Report every line of the material that contains the string "seen".

━━━━━━━━━━━━━━━━━━━━━━━━━━━━━━

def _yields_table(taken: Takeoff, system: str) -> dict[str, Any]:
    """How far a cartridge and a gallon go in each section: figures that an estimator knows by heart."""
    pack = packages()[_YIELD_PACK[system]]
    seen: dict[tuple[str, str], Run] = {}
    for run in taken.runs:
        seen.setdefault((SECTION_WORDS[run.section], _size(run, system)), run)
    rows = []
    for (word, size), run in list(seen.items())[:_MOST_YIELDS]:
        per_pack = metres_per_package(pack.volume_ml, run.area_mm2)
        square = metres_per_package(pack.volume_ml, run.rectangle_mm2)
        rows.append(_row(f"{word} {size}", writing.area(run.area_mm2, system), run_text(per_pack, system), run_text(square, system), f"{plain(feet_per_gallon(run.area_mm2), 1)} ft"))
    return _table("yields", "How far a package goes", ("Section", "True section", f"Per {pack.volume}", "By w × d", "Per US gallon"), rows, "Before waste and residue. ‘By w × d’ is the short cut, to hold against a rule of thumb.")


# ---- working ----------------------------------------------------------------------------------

━━━━━━━━━━━━━━━━━━━━━━━━━━━━━━

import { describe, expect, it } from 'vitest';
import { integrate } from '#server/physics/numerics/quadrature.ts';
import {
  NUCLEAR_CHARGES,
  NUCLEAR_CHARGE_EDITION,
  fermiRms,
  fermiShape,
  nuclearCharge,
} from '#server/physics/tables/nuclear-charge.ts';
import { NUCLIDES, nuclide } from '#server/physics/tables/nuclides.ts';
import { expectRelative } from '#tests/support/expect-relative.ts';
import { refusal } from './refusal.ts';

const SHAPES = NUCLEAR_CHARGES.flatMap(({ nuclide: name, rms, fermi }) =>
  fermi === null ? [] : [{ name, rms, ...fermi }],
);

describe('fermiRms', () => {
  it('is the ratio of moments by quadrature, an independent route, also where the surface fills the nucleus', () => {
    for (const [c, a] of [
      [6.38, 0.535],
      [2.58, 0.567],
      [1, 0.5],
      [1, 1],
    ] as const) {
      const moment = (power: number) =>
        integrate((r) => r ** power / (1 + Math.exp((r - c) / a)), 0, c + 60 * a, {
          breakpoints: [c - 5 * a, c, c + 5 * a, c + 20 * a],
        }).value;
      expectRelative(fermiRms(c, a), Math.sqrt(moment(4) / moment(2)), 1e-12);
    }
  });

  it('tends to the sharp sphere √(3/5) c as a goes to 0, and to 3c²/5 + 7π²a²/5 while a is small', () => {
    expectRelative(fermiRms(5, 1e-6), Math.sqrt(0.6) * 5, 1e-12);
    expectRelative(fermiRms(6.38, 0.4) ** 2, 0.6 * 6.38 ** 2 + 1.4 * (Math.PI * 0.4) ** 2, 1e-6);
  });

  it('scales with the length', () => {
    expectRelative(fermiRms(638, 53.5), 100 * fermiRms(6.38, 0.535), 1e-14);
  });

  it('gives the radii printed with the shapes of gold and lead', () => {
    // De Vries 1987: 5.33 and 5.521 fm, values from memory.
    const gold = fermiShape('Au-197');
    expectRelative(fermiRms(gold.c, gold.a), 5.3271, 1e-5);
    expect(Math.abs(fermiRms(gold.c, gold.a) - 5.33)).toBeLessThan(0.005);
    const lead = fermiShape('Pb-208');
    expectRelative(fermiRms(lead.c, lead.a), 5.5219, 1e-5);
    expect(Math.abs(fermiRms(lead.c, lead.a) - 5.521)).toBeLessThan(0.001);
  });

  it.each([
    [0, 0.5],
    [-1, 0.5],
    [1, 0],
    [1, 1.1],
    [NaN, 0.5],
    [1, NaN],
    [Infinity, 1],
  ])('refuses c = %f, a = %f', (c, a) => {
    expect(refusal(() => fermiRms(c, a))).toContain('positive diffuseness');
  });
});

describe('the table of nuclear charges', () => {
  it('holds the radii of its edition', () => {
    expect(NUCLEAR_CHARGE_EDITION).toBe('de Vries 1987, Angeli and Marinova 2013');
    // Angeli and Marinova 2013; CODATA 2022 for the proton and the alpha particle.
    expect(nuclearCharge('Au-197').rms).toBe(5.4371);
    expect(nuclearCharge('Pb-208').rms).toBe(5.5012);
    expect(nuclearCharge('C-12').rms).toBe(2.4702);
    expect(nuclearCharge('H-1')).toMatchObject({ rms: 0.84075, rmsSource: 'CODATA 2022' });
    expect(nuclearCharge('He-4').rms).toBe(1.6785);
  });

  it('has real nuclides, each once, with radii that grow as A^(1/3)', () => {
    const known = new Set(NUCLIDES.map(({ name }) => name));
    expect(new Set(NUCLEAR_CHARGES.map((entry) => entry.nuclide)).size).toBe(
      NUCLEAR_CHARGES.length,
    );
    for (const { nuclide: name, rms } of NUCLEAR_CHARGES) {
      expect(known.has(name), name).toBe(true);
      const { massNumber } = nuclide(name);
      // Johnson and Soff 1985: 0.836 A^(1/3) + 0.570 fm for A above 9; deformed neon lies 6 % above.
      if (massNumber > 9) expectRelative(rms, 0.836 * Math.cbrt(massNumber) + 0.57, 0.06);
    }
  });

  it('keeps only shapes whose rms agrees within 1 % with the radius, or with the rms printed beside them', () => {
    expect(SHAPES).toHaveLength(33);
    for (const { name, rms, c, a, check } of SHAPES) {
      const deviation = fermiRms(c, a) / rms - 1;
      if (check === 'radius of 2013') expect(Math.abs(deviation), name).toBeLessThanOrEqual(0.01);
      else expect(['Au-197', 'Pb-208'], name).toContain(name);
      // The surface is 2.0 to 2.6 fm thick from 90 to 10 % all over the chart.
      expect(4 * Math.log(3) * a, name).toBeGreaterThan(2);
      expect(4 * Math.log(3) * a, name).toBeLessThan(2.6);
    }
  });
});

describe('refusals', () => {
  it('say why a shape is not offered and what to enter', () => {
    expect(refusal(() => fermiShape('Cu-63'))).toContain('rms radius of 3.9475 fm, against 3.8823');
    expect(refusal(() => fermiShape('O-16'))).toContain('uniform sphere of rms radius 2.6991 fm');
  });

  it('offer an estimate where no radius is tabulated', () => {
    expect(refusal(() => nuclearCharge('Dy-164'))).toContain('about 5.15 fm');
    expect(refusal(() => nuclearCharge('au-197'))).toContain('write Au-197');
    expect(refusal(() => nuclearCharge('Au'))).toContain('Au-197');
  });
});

━━━━━━━━━━━━━━━━━━━━━━━━━━━━━━

Answer section -
    seen: dict[tuple[str, str], Run] = {}
        seen.setdefault((SECTION_WORDS[run.section], _size(run, system)), run)
    for (word, size), run in list(seen.items())[:_MOST_YIELDS]:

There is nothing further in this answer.